* **Prompt**:
Where does the string "database" appear in the records? Copy each line that holds it.

* **Material to process**:
"""Newton's method for the bordered system on PETSc SNES.

The Jacobian is a matrix-free shell, the linear solver FGMRES with the bordered preconditioner, its
tolerance from Eisenstat and Walker [1]_ unless given, the line search backtracking on the mean square
residual. Everything can be overridden in PETSc's options database.

References
----------
.. [1] S. C. Eisenstat, H. F. Walker, "Choosing the forcing terms in an inexact Newton method",
   SIAM J. Sci. Comput. 17 (1996) 16-32 (from memory).
"""

from __future__ import annotations

import math
import time
from collections.abc import Callable, Iterator
from contextlib import contextmanager
from dataclasses import dataclass
from typing import TYPE_CHECKING, Any

from lattice.solve import reasons

if TYPE_CHECKING:
    from lattice.solve.registry import Preconditioner
    from lattice.solve.stop import StopFlag
    from lattice.system.system import System

POLL_ITERATIONS = 10
GROWTH_LIMIT = 1e4
STALL_STEPS = 5
FORCING = 1e-2
"""Loosest relative tolerance of a linear solve; a looser first step costs Newton steps."""


@dataclass(frozen=True)
class Step:
    """One Newton step: its number, the residual after it, its linear iterations, seconds so far."""

    number: int
    residual_rms: float
    linear_iterations: int
    seconds: float


@dataclass(frozen=True)
class NewtonResult:
    """How a Newton solve ended.

    Parameters
    ----------
    converged : bool
    interrupted : bool
        A signal stopped it.
    reason : str
        In words.
    steps : tuple of Step
        From the start (number 0) on.
    """

    converged: bool
    interrupted: bool
    reason: str
    steps: tuple[Step, ...]

    @property
    def linear_iterations(self) -> int:
        """Linear iterations of all steps."""
        return sum(step.linear_iterations for step in self.steps)


class _Jacobian:
    """Context of the matrix-free bordered Jacobian."""

    def __init__(self, system: System) -> None:
        self.system = system

    def mult(self, matrix: Any, v: Any, out: Any) -> None:
        self.system.tangent(v, out)

    def multTranspose(self, matrix: Any, w: Any, out: Any) -> None:
        self.system.adjoint(w, out)


class _PythonPC:
    """Context of the PETSc python PC; the preconditioner itself outlives it."""

    def __init__(self, made: Preconditioner) -> None:
        self.made = made

    def apply(self, pc: Any, r: Any, y: Any) -> None:
        self.made.apply(r, y)

    def applyTranspose(self, pc: Any, r: Any, y: Any) -> None:
        self.made.apply_transpose(r, y)


class Newton:
    """A Newton solve of one system.

    Collective.

    Parameters
    ----------
    system : System
    preconditioner : Preconditioner
    options : object
        The job's solve section: residual_rms, newton_steps, linear_rtol, linear_iterations, line_search.
    stop : StopFlag
    after_step : callable
        Called on every rank with the `Step` and the vector of unknowns, which it must not change.
    """

    def __init__(
        self,
        system: System,
        preconditioner: Preconditioner,
        options: Any,
        stop: StopFlag,
        after_step: Callable[[Step, Any], None],
    ) -> None:
        self.system, self.options, self.stop, self.after_step = system, options, stop, after_step
        self.preconditioner = preconditioner
        self.seconds = {"set_up": 0.0, "residual": 0.0, "after_step": 0.0, "solve": 0.0}
        self._steps: list[Step] = []
        self._function = system.vector()
        self._matrix = self._shell(system)
        self._snes = self._make_snes()

    def _shell(self, system: System) -> Any:
        from petsc4py import PETSc

        vector = self._function
        size = (vector.getLocalSize(), vector.getSize())
        matrix = PETSc.Mat().createPython((size, size), _Jacobian(system), comm=system.comm)
        matrix.setUp()
        return matrix

    def _make_snes(self) -> Any:
        from petsc4py import PETSc

        options = self.options
        snes = PETSc.SNES().create(self.system.comm)
        snes.setFunction(self._residual, self._function)
        snes.setJacobian(self._linearise, self._matrix, self._matrix)
        snes.setTolerances(max_it=options.newton_steps)
        ksp = snes.getKSP()
        ksp.setType("fgmres")
        ksp.setTolerances(rtol=options.linear_rtol or FORCING, max_it=options.linear_iterations)
        if options.linear_rtol is None:
            snes.setUseEW(True, version=2, rtol_0=FORCING, rtol_max=FORCING)
        pc = ksp.getPC()
        pc.setType("python")
        pc.setPythonContext(_PythonPC(self.preconditioner))
        defaults = {
            "snes_linesearch_type": "bt" if options.line_search else "basic",
            "ksp_gmres_restart": str(min(options.linear_iterations, 100)),
        }
        with _default_options(defaults):
            snes.setFromOptions()
        snes.setConvergenceTest(self._test)
        snes.setMonitor(self._monitor)
        ksp.setConvergenceTest(self._linear_test)
        return snes

    def solve(self, x: Any) -> NewtonResult:
        """Solve from the vector of unknowns `x`, which is replaced by the last step."""
        started = time.perf_counter()
        self._snes.solve(None, x)
        self.seconds["solve"] += time.perf_counter() - started
        reason = int(self._snes.getConvergedReason())
        interrupted = bool(self.stop.agreed) and reason != reasons.CONVERGED
        return NewtonResult(
            reason == reasons.CONVERGED, interrupted, self._explain(reason, interrupted), tuple(self._steps)
        )

    def _explain(self, reason: int, interrupted: bool) -> str:
        if reason == reasons.CONVERGED:
            return f"residual_rms is at most {self.options.residual_rms:.1e}"
        if interrupted:
            return f"stopped by {self.stop.name}"
        text = reasons.nonlinear_text(reason)
        if reason == -3:
            text += f": {reasons.linear_text(int(self._snes.getKSP().getConvergedReason()))}"
        return text

    def _residual(self, snes: Any, x: Any, f: Any) -> None:
        started = time.perf_counter()
        self.system.residual(x, f)
        self.seconds["residual"] += time.perf_counter() - started

    def _linearise(self, snes: Any, x: Any, matrix: Any, preconditioning: Any) -> None:
        started = time.perf_counter()
        self.system.linearise(x)
        self.preconditioner.update()
        matrix.assemble()
        self.seconds["set_up"] += time.perf_counter() - started

    def _monitor(self, snes: Any, number: int, norm: float) -> None:
        started = time.perf_counter()
        before = sum(step.linear_iterations for step in self._steps)
        rms = norm / self.system.root_size if math.isfinite(norm) else math.nan
        step = Step(number, rms, snes.getLinearSolveIterations() - before, started)
        self._steps.append(step)
        self.after_step(step, snes.getSolution())
        self.seconds["after_step"] += time.perf_counter() - started

    def _test(self, snes: Any, number: int, norms: tuple[float, float, float]) -> int:
        norm = norms[2]
        if not math.isfinite(norm):
            return -4
        rms = norm / self.system.root_size
        if rms <= self.options.residual_rms:
            return reasons.CONVERGED
        if self._steps and rms > GROWTH_LIMIT * self._steps[0].residual_rms:
            return -9
        if self._stalls():
            return reasons.STALLED
        if number >= snes.getTolerances()[3]:
            return reasons.STEP_LIMIT
        return reasons.STOPPED if self.stop.poll() else 0

    def _stalls(self) -> bool:
        """Tell whether the last steps together lowered the residual by less than one percent."""
        if len(self._steps) <= STALL_STEPS:
            return False
        before = self._steps[-1 - STALL_STEPS].residual_rms
        return min(step.residual_rms for step in self._steps[-STALL_STEPS:]) > 0.99 * before

    def _linear_test(self, ksp: Any, number: int, norm: float) -> int:
        if number == 0:
            self._first_norm = norm
        if not math.isfinite(norm):
            return -9
        rtol, atol, _, most = ksp.getTolerances()
        if norm <= max(rtol * self._first_norm, atol):
            return 2
        if number >= most:
            return -3
        return -4 if number % POLL_ITERATIONS == POLL_ITERATIONS - 1 and self.stop.poll() else 0

    def function(self) -> Any:
        """Return the residual vector of the last step; read only."""
        return self._snes.getFunction()[0]

    def destroy(self) -> None:
        """Free everything. Collective."""
        self._snes.destroy()
        self._matrix.destroy()
        self._function.destroy()
        self.preconditioner.destroy()


@contextmanager
def _default_options(defaults: dict[str, str]) -> Iterator[None]:
    """Set PETSc options that the user has not set, and take them out again: the next solve may differ."""
    from petsc4py import PETSc

    database = PETSc.Options()
    added = [name for name in defaults if not database.hasName(name)]
    for name in added:
        database.setValue(name, defaults[name])
    try:
        yield
    finally:
        for name in added:
            database.delValue(name)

* **Task result**:
residual. Everything can be overridden in PETSc's options database.
    database = PETSc.Options()
    added = [name for name in defaults if not database.hasName(name)]
        database.setValue(name, defaults[name])
            database.delValue(name)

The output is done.